[Collected data entries]
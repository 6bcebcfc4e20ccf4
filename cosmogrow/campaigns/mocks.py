"""Replicas of a design: mocks simulated like the data and fitted exactly like the data.

Shared by injection-recovery campaigns (`cosmogrow.campaigns.runner`) and the null tests / challenge of a
claimed k. Three verbs:

- `design_truth`: a truth table (the model's parameter names, DEVELOPERS.md) from a fit's MAP, with k replaced;
- `draw_replica` / `draw_simulated`: one mock catalogue of the data's own design (resample-hosts
  mode, the data's selections and cosmology) or of a simulator configuration;
- `fit_replica`: the fit of one mock, fast (MAP + Laplace) or by MCMC, reduced to the facts about k.

Nothing here loops over replicas, prints or writes files.
"""

import numpy as np

from ..simulation import population as simulate
from ..config import load_toml
from ..errors import ConfigError
from ..inference.fit import FitData, build_model
from ..inference.k_estimate import CAMPAIGN_MAX_STEPS, MODES, estimate_k
from ..outputs import sha256_file
from ..simulation.plan import parse_sim_config


def design_truth(model, theta_map, k):
    """Truth table of a design: the fitted parameters at `theta_map` with k replaced.

    Parameters
    ----------
    model : model.CoupledGrowthModel, the fitted model (gives names and fixed options)
    theta_map : array_like, shape (model.ndim,), e.g. the MAP of the data
    k : float, injected coupling exponent

    Returns
    -------
    dict with k, alpha (log10 Msun), beta, sigma_int (dex; a dict per sample when the scatter is
    per sample), delta (dict method -> offset in dex, the zero-point method 0), delta_host (dict
    host type -> shift in dex, the zero-point type 0; empty without host types), gamma, s_pivot
    (log10 Msun), z_ref, and f_out / sigma_out when the model has outliers.
    """
    layout = model.layout
    theta = np.asarray(theta_map, dtype=float)
    values = layout.to_dict(theta)
    scatter = layout.scatter_by_name(theta)
    sigma_int = scatter if len(scatter) > 1 else next(iter(scatter.values()))
    delta = layout.offsets_by_label(theta, "method")
    truth = {"k": float(k), "alpha": values["alpha"], "beta": values.get("beta", 1.0),
             "sigma_int": sigma_int, "delta": delta,
             "delta_host": layout.offsets_by_label(theta, "host_type"), "gamma": float(model.gamma),
             "s_pivot": float(model.options.log_mstar_pivot), "z_ref": float(model.options.z_ref)}
    if "f_out" in values:
        truth.update(f_out=values["f_out"], sigma_out=values["sigma_out"])
    if getattr(model, "host_priors", None):
        truth["host_priors"] = {name: list(prior) for name, prior in model.host_priors.items()}
    return truth


def apply_overrides(truth, overrides):
    """A copy of `truth` with user overrides (a [truth] table); dict entries are merged.

    Raises ConfigError for a name the truth table does not have.
    """
    out = {key: (dict(value) if isinstance(value, dict) else value) for key, value in truth.items()}
    for key, value in (overrides or {}).items():
        if key not in out:
            raise ConfigError(f"truth.{key}: unknown parameter; expected one of {', '.join(out)}")
        if isinstance(out[key], dict) and isinstance(value, dict):
            unknown = sorted(set(value) - set(out[key]))
            if unknown and out[key]:  # an empty table (no offsets given) accepts any name
                raise ConfigError(f"truth.{key}.{unknown[0]}: unknown name; expected one of "
                                  f"{', '.join(out[key])}")
            out[key].update(value)
        elif isinstance(out[key], dict):
            out[key] = {name: value for name in out[key]}
        else:
            out[key] = value
    return out


def draw_replica(config, data, truth, seed):
    """One mock of the data's own design: hosts, redshifts, methods and errors kept, masses redrawn.

    Parameters
    ----------
    config : config.RunConfig of the data; its model.host_errors says how the true hosts behind
        the observed ones are drawn (as the fit's likelihood assumes them)
    data : fit.FitData, the real data (catalogue, selections per sample, cosmology)
    truth : dict, a truth table (see `design_truth`)
    seed : int or SeedSequence

    Returns
    -------
    catalog.Catalog
    """
    return simulate.resample_hosts(data.catalog, truth, data.selections, data.cosmology, seed=seed,
                                   host_errors=config.model.host_errors)


def draw_simulated(sim_config, truth, seed):
    """One mock of a simulator configuration with its [truth] table replaced by `truth`.

    Parameters
    ----------
    sim_config : dict, a parsed simulator configuration (see `cosmogrow.simulation.plan`)
    truth : dict, the truth table to simulate (e.g. the configuration's with k replaced)
    seed : int or SeedSequence

    Returns
    -------
    catalog.Catalog
    """
    return simulate.simulate_population({**sim_config, "truth": truth}, seed=seed).catalog


def simulation_design(path):
    """A simulator configuration file as a design: (raw config, FitData, truth table).

    The FitData has no rows (``catalog=None``): only the samples' selections and the cosmology,
    which is what fitting a mock needs. Raises ConfigError for a bad configuration.
    """
    raw = load_toml(path)
    parsed = parse_sim_config(raw)
    selections = {spec.name: list(spec.selection) for spec in parsed.samples}
    data = FitData(catalog=None, files=[{"path": str(path), "sha256": sha256_file(path)}],
                   selections=selections, cosmology=parsed.cosmology)
    return raw, data, parsed.truth.to_dict()


def replica_data(data, catalog):
    """FitData of a mock: the mock's rows with the design's selections and cosmology."""
    return FitData(catalog=catalog, files=[], selections=data.selections, cosmology=data.cosmology)


def fit_replica(config, data, catalog, *, mode="fast", selection_aware=True, seed=None,
                max_steps=CAMPAIGN_MAX_STEPS, n_draws=0):
    """Fit one mock exactly like the data and reduce the result to k.

    Parameters
    ----------
    config : config.RunConfig, the run's model, priors and sampler options
    data : fit.FitData, the design (its selections and cosmology are used; its rows are not)
    catalog : catalog.Catalog, the mock
    mode : "fast" (MAP + Laplace Gaussian) or "mcmc" (emcee ensemble as in `cosmogrow fit`)
    selection_aware : bool, model the declared selection (False: the plain likelihood)
    seed : int or SeedSequence, seeds the walkers, the sampler and the draws
    max_steps : int, step cap of the MCMC (mode "mcmc"); the run's autocorr_factor still applies
    n_draws : int, number of posterior draws of k to return (for simulation-based calibration)

    Returns
    -------
    dict: `inference.k_estimate.KEstimate.as_dict` (k, k_std, interval68, interval95, converged,
    tau_max, n_steps, and k_draws when n_draws > 0).
    """
    if mode not in MODES:
        raise ConfigError(f"estimator.mode: expected one of {', '.join(MODES)}, got {mode!r}")
    model = build_model(config, data, selection_aware=selection_aware, catalog=catalog)
    return estimate_k(model, mode=mode, sampler=config.sampler, seed=seed, max_steps=max_steps,
                      n_draws=n_draws).as_dict()
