"""An append-only journal of finished jobs (JSON lines), durable across a kill at any moment.

Every record is one line, written, flushed and fsync'ed before the next job is counted as done.
A process killed mid-write leaves at most one torn last line: reading ignores it and the next
append cuts it off first. Python floats survive JSON exactly (repr round-trips), so a resumed
campaign's rows are bit-identical to an uninterrupted run's.
"""

import json
import os
from pathlib import Path

from ..errors import ConfigError

try:
    import fcntl
except ImportError:  # pragma: no cover - not POSIX
    fcntl = None


def read_records(path):
    """Records of a journal and the byte length of its intact part.

    Returns
    -------
    records : list of dict, in file order
    valid_bytes : int, length of the prefix made of complete, parseable lines
    """
    path = Path(path)
    if not path.exists():
        return [], 0
    data = path.read_bytes()
    records, valid = [], 0
    for line in data.splitlines(keepends=True):
        if not line.endswith(b"\n"):
            break  # torn last line
        try:
            record = json.loads(line)
        except json.JSONDecodeError:
            break  # a torn line can only be the last one written
        if not isinstance(record, dict):
            break
        records.append(record)
        valid += len(line)
    return records, valid


class Journal:
    """Appends records to `path` durably; opening it drops a torn tail left by a killed run.

    The file is locked (POSIX advisory lock) while open: a second campaign writing to the same
    folder is refused with a ConfigError instead of interleaving lines.
    """

    def __init__(self, path):
        self.path = Path(path)
        self._handle = open(self.path, "ab")
        if fcntl is not None:
            try:
                fcntl.flock(self._handle.fileno(), fcntl.LOCK_EX | fcntl.LOCK_NB)
            except OSError:
                self._handle.close()
                raise ConfigError(f"{self.path}: another campaign is writing to this journal; "
                                  "wait for it or choose another --out") from None
        self.records, valid = read_records(self.path)
        if self._handle.tell() != valid:
            self._handle.truncate(valid)
            self._handle.seek(valid)
            self._sync()

    def append(self, record):
        """Write one record (a JSON-able dict) and make it durable before returning."""
        line = json.dumps(record, separators=(",", ":"), allow_nan=True) + "\n"
        self._handle.write(line.encode())
        self._sync()

    def _sync(self):
        self._handle.flush()
        os.fsync(self._handle.fileno())

    def close(self):
        if not self._handle.closed:
            self._handle.close()

    def __enter__(self):
        return self

    def __exit__(self, *exc):
        self.close()
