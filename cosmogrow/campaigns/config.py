"""Campaign configuration: a TOML file parsed and validated once into a frozen object.

A campaign configuration looks like::

    seed = 7                       # optional; --seed wins; else chosen and recorded
    design = "run.toml"            # a run configuration: mocks of its data's own design
    # simulation = "sim.toml"      # ... or a simulator configuration (exactly one of the two)
    # fit = "run.toml"             # with `simulation`: the model/priors/sampler to fit with
    [grid]
    k = [-1, 0, 1, 2, 3, 4]        # injected k (default)
    realisations = 200             # mocks per injected k (default)
    [estimator]
    mode = "fast"                  # "fast" (MAP + Laplace), "importance" (its importance-sampled
                                   # correction to the exact posterior) or "mcmc" (as `cosmogrow fit`)
    compare_plain = false          # also fit every mock with the plain likelihood
    max_steps = 3000               # MCMC step cap per mock (campaign default, see replicas)
    [truth]                        # optional overrides of the design's truth (not k)
    sigma_int = 0.3
    [sbc]                          # optional simulation-based calibration
    n = 200                        # mocks with k drawn uniformly from `prior`
    prior = [-1.0, 4.0]
    draws = 99                     # posterior draws per mock (ranks 0..draws)

Paths are relative to the campaign file. Every error is a ConfigError naming the key.

Notes: in design mode the mocks' truth is the selection-aware MAP of the design's own data with k
replaced (then [truth] overrides); in simulation mode it is the simulator's [truth]. MCMC mode
runs each fit as `cosmogrow fit` does (walkers, autocorrelation rule of the run configuration)
but stops at `max_steps` (a capped chain is reported with converged = false). SBC mocks are
fitted with the run's own prior on k (default uniform on [-10, 10]); as long as the likelihood is
much narrower than both ranges, the ranks of a calibrated estimator are uniform.
"""

import math
from dataclasses import dataclass
from pathlib import Path

from ..config import load_toml
from ..errors import ConfigError
from .mocks import CAMPAIGN_MAX_STEPS, CAMPAIGN_MODES

DEFAULT_GRID = (-1.0, 0.0, 1.0, 2.0, 3.0, 4.0)
DEFAULT_REALISATIONS = 200
_TOP_KEYS = {"seed", "design", "simulation", "fit", "grid", "estimator", "truth", "sbc"}
_GRID_KEYS = {"k", "realisations"}
_ESTIMATOR_KEYS = {"mode", "compare_plain", "max_steps"}
_SBC_KEYS = {"n", "prior", "draws"}


@dataclass(frozen=True)
class SBCOptions:
    """Simulation-based calibration: `n` mocks, k ~ U(prior), `draws` posterior draws each."""

    n: int
    prior: tuple
    draws: int = 99


@dataclass(frozen=True)
class CampaignConfig:
    """Everything a campaign needs besides the design's data."""

    design: Path | None = None
    simulation: Path | None = None
    fit: Path | None = None
    grid: tuple = DEFAULT_GRID
    realisations: int = DEFAULT_REALISATIONS
    mode: str = "fast"
    compare_plain: bool = False
    max_steps: int = CAMPAIGN_MAX_STEPS
    truth: tuple = ()          # (name, value) pairs, kept hashable
    sbc: SBCOptions | None = None
    seed: int | None = None
    source: str = "<campaign>"

    @property
    def truth_overrides(self):
        return dict(self.truth)

    def with_seed(self, seed):
        from dataclasses import replace

        return self if seed is None else replace(self, seed=_check_seed(seed, "--seed", self.source))

    def to_dict(self):
        """JSON-friendly description (paths as given, resolved)."""
        return {"source": self.source, "seed": self.seed,
                "design": str(self.design) if self.design else None,
                "simulation": str(self.simulation) if self.simulation else None,
                "fit": str(self.fit) if self.fit else None,
                "grid": {"k": list(self.grid), "realisations": self.realisations},
                "estimator": {"mode": self.mode, "compare_plain": self.compare_plain,
                              "max_steps": self.max_steps},
                "truth": self.truth_overrides,
                "sbc": None if self.sbc is None else {"n": self.sbc.n, "prior": list(self.sbc.prior),
                                                      "draws": self.sbc.draws}}


def read_campaign_config(path):
    """Read and validate a campaign configuration file."""
    return parse_campaign_config(load_toml(path), base_dir=Path(path).parent, source=str(path))


def parse_campaign_config(raw, *, base_dir=Path("."), source="<campaign>"):
    """Validate a parsed TOML mapping and build a CampaignConfig."""
    _check_keys(raw, _TOP_KEYS, "", source)
    has_design, has_sim = "design" in raw, "simulation" in raw
    if has_design == has_sim:
        raise ConfigError(f"{source}: design: give exactly one of 'design' (a run configuration) "
                          f"or 'simulation' (a simulator configuration)")
    paths = {}
    for key in ("design", "simulation", "fit"):
        if key in raw:
            paths[key] = _path(raw[key], key, base_dir, source)
    if "fit" in raw and not has_sim:
        raise ConfigError(f"{source}: fit: only used with 'simulation' (a design's own run "
                          f"configuration is its fit configuration)")
    grid = raw.get("grid", {})
    _check_keys(grid, _GRID_KEYS, "grid.", source)
    k_values = grid.get("k", list(DEFAULT_GRID))
    if (not isinstance(k_values, list) or not k_values
            or not all(_is_number(k) for k in k_values)):
        raise ConfigError(f"{source}: grid.k: expected a non-empty list of finite numbers, got {k_values!r}")
    if len(set(k_values)) != len(k_values):
        raise ConfigError(f"{source}: grid.k: expected distinct values, got {k_values!r}")
    realisations = _integer(grid.get("realisations", DEFAULT_REALISATIONS), "grid.realisations",
                            0, source)
    estimator = raw.get("estimator", {})
    _check_keys(estimator, _ESTIMATOR_KEYS, "estimator.", source)
    mode = estimator.get("mode", "fast")
    if mode not in CAMPAIGN_MODES:
        raise ConfigError(f"{source}: estimator.mode: expected one of {', '.join(CAMPAIGN_MODES)}, "
                          f"got {mode!r}")
    compare_plain = estimator.get("compare_plain", False)
    if not isinstance(compare_plain, bool):
        raise ConfigError(f"{source}: estimator.compare_plain: expected true or false, "
                          f"got {compare_plain!r}")
    max_steps = _integer(estimator.get("max_steps", CAMPAIGN_MAX_STEPS), "estimator.max_steps",
                         100, source)
    truth = raw.get("truth", {})
    _check_keys(truth, set(truth), "truth.", source)  # a table; names are checked against the design
    if "k" in truth:
        raise ConfigError(f"{source}: truth.k: k is injected from grid.k (or the sbc prior), "
                          f"not set in [truth]")
    sbc = _parse_sbc(raw["sbc"], source) if "sbc" in raw else None
    if realisations == 0 and sbc is None:
        raise ConfigError(f"{source}: grid.realisations: expected >= 1 when there is no [sbc] table, "
                          f"got 0")
    seed = raw.get("seed")
    if seed is not None:
        seed = _check_seed(seed, "seed", source)
    return CampaignConfig(design=paths.get("design"), simulation=paths.get("simulation"),
                          fit=paths.get("fit"), grid=tuple(float(k) for k in k_values),
                          realisations=realisations, mode=mode, compare_plain=compare_plain,
                          max_steps=max_steps, truth=tuple(sorted(_freeze(truth).items())),
                          sbc=sbc, seed=seed, source=source)


def _parse_sbc(table, source):
    _check_keys(table, _SBC_KEYS, "sbc.", source)
    n = _integer(table.get("n", 200), "sbc.n", 1, source)
    prior = table.get("prior")
    if (not isinstance(prior, list) or len(prior) != 2 or not all(_is_number(p) for p in prior)
            or not prior[0] < prior[1]):
        raise ConfigError(f"{source}: sbc.prior: expected [low, high] with low < high, got {prior!r}")
    draws = _integer(table.get("draws", 99), "sbc.draws", 9, source)
    return SBCOptions(n=n, prior=(float(prior[0]), float(prior[1])), draws=draws)


def _freeze(table):
    return {key: (tuple(sorted(value.items())) if isinstance(value, dict) else value)
            for key, value in table.items()}


def thaw_truth(pairs):
    """The [truth] overrides as plain dicts (inverse of the frozen form kept in the config)."""
    return {key: (dict(value) if isinstance(value, tuple) else value) for key, value in pairs}


def _path(value, key, base_dir, source):
    if not isinstance(value, str) or not value:
        raise ConfigError(f"{source}: {key}: expected a file path, got {value!r}")
    path = Path(value)
    path = path if path.is_absolute() else Path(base_dir) / path
    if not path.is_file():
        raise ConfigError(f"{source}: {key}: file not found: {path}")
    return path


def _integer(value, key, minimum, source):
    if isinstance(value, bool) or not isinstance(value, int) or value < minimum:
        raise ConfigError(f"{source}: {key}: expected an integer >= {minimum}, got {value!r}")
    return value


def _check_seed(value, key, source):
    if isinstance(value, bool) or not isinstance(value, int) or value < 0:
        raise ConfigError(f"{source}: {key}: expected a non-negative integer, got {value!r}")
    return value


def _is_number(value):
    """A finite int or float (not a boolean)."""
    return isinstance(value, (int, float)) and not isinstance(value, bool) and math.isfinite(value)


def _check_keys(table, allowed, prefix, source):
    if not isinstance(table, dict):
        raise ConfigError(f"{source}: {prefix.rstrip('.') or 'campaign'}: expected a table, "
                          f"got {table!r}")
    unknown = sorted(set(table) - set(allowed))
    if unknown:
        raise ConfigError(f"{source}: unknown key '{prefix}{unknown[0]}'; expected one of "
                          f"{', '.join(sorted(allowed))}")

### Task prompt
Return, unchanged, the run of lines above that opens with the line containing "return truth" and closes with the line containing "sim_config : dict, a". Include both.

### Exercise result
    return truth


def apply_overrides(truth, overrides):
    """A copy of `truth` with user overrides (a [truth] table); dict entries are merged.

    Raises ConfigError for a name the truth table does not have.
    """
    out = {key: (dict(value) if isinstance(value, dict) else value) for key, value in truth.items()}
    for key, value in (overrides or {}).items():
        if key not in out:
            raise ConfigError(f"truth.{key}: unknown parameter; expected one of {', '.join(out)}")
        if isinstance(out[key], dict) and isinstance(value, dict):
            unknown = sorted(set(value) - set(out[key]))
            if unknown and out[key]:  # an empty table (no offsets given) accepts any name
                raise ConfigError(f"truth.{key}.{unknown[0]}: unknown name; expected one of "
                                  f"{', '.join(out[key])}")
            out[key].update(value)
        elif isinstance(out[key], dict):
            out[key] = {name: value for name in out[key]}
        else:
            out[key] = value
    return out


def draw_replica(config, data, truth, seed):
    """One mock of the data's own design: hosts, redshifts, methods and errors kept, masses redrawn.

    Parameters
    ----------
    config : config.RunConfig of the data; its model.host_errors says how the true hosts behind
        the observed ones are drawn (as the fit's likelihood assumes them)
    data : fit.FitData, the real data (catalogue, selections per sample, cosmology)
    truth : dict, a truth table (see `design_truth`)
    seed : int or SeedSequence

    Returns
    -------
    catalog.Catalog
    """
    return simulate.resample_hosts(data.catalog, truth, data.selections, data.cosmology, seed=seed,
                                   host_errors=config.model.host_errors)


def draw_simulated(sim_config, truth, seed):
    """One mock of a simulator configuration with its [truth] table replaced by `truth`.

    Parameters
    ----------
    sim_config : dict, a parsed simulator configuration (see `cosmogrow.simulation.plan`)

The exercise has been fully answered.